#### What this task involves:
All lines holding the word "expect" in the listing below need to be copied.

---

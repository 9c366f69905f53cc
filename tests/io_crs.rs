//! The input's coordinate reference system carried into every output that can hold it: the
//! NPY/CSV sidecar (text and units), LAS/LAZ outputs (a LAS input's records; an E57 input's
//! WKT as a LAS WKT record, read back by the `las` crate), and the registration context
//! (TARGET's CRS, a warning when the inputs' CRSs differ). Sources: autzen.las of the `las`
//! crate's test data (GeoTIFF keys, EPSG 2994 in international feet, unit code 9002; EPSG unit
//! codes from memory) and the pye57-written E57 (a WKT in metres).

// Coordinates are indexed by axis, as the formulas write them.
#![allow(clippy::needless_range_loop)]

use std::path::{Path, PathBuf};
use std::process::Command;

use equiscan::align::report::{RunContext, Units};
use equiscan::io::read_cloud;

fn data(rel: &str) -> PathBuf {
    Path::new(env!("CARGO_MANIFEST_DIR"))
        .join("tests/data")
        .join(rel)
}

fn features(args: &[&str]) {
    let out = Command::new(env!("CARGO_BIN_EXE_equiscan"))
        .arg("features")
        .args(args)
        .output()
        .unwrap();
    assert_eq!(out.status.code(), Some(0), "{out:?}");
}

#[test]
fn sidecars_carry_the_crs_and_its_units() {
    let dir = tempfile::tempdir().unwrap();
    let (_, info) = read_cloud(&data("las/autzen.las")).unwrap();
    let crs = info.crs.clone().unwrap();
    for ext in ["npy", "csv"] {
        let out = dir.path().join(format!("f.{ext}"));
        features(&[
            data("las/autzen.las").to_str().unwrap(),
            "-r",
            "200",
            "-o",
            out.to_str().unwrap(),
            "-q",
        ]);
        let side = equiscan::descriptor::output::verify(&dir.path().join(format!("f.{ext}.json")))
            .unwrap();
        assert_eq!(side.metadata.crs.as_deref(), Some(crs.as_str()), "{ext}");
        assert_eq!(side.metadata.units.as_deref(), Some("ft"), "{ext}");
    }
    // No CRS: both fields left out of the JSON.
    let (_, e57) = read_cloud(&data("e57/two_scans.e57")).unwrap();
    assert!(e57.crs.is_some());
    let ply = dir.path().join("plain.ply");
    let (c, _) = read_cloud(&data("e57/two_scans.e57")).unwrap();
    equiscan::io::write_ply(&ply, &c, &[]).unwrap();
    let out = dir.path().join("plain.npy");
    features(&[
        ply.to_str().unwrap(),
        "-r",
        "1",
        "-o",
        out.to_str().unwrap(),
        "-q",
    ]);
    let text = std::fs::read_to_string(dir.path().join("plain.npy.json")).unwrap();
    assert!(
        !text.contains("\"crs\"") && !text.contains("\"units\""),
        "{text}"
    );
}

#[test]
fn an_e57_wkt_becomes_the_las_wkt_record() {
    let dir = tempfile::tempdir().unwrap();
    let out = dir.path().join("f.las");
    let input = format!("{}#0", data("e57/two_scans.e57").display());
    features(&[&input, "-r", "1", "-o", out.to_str().unwrap(), "-q"]);
    let r = las::Reader::from_path(&out).unwrap();
    let h = r.header();
    let (_, info) = read_cloud(Path::new(&input)).unwrap();
    let wkt = h.get_wkt_crs_bytes().expect("a WKT record");
    let end = wkt.iter().position(|&b| b == 0).unwrap_or(wkt.len());
    assert_eq!(std::str::from_utf8(&wkt[..end]).unwrap(), info.crs.unwrap());
    assert!(
        h.has_wkt_crs(),
        "global encoding WKT bit (LAS 1.4 R15, Table 4)"
    );
    // Read back by our reader: the same CRS text.
    let (_, back) = read_cloud(&out).unwrap();
    assert!(back.crs.unwrap().contains("ETRS89 / UTM zone 32N"));
}

#[test]
fn registration_takes_targets_crs_and_warns_on_mixed_systems() {
    let (a, ia) = read_cloud(&data("las/autzen.las")).unwrap();
    let (b, ib) = read_cloud(&data("e57/two_scans.e57")).unwrap();
    let (pa, pb) = (data("las/autzen.las"), data("e57/two_scans.e57"));
    let ctx = RunContext::new(1, false, false, None, &[(&pa, &a, &ia), (&pb, &b, &ib)]);
    assert_eq!(ctx.crs, ib.crs, "TARGET's CRS");
    let w = ctx.crs_warning.expect("different systems");
    assert!(
        w.contains("autzen.las: NAD83(HARN) / Oregon Lambert (ft) (EPSG 2994, GeoTIFF keys)")
            || w.contains("EPSG 2994"),
        "{w}"
    );
    assert!(w.contains("ETRS89 / UTM zone 32N (EPSG 25832)"), "{w}");
    // Units from the first CRS naming one: SOURCE's feet.
    assert_eq!(ctx.units, Units::Foot);
    // The same system twice: no warning.
    let ctx = RunContext::new(1, false, false, None, &[(&pa, &a, &ia), (&pa, &a, &ia)]);
    assert!(ctx.crs_warning.is_none());
    assert_eq!(Units::from_crs(ib.crs.as_deref().unwrap()), Units::Metre);
}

---

#### Result for this task:
    let wkt = h.get_wkt_crs_bytes().expect("a WKT record");
    let w = ctx.crs_warning.expect("different systems");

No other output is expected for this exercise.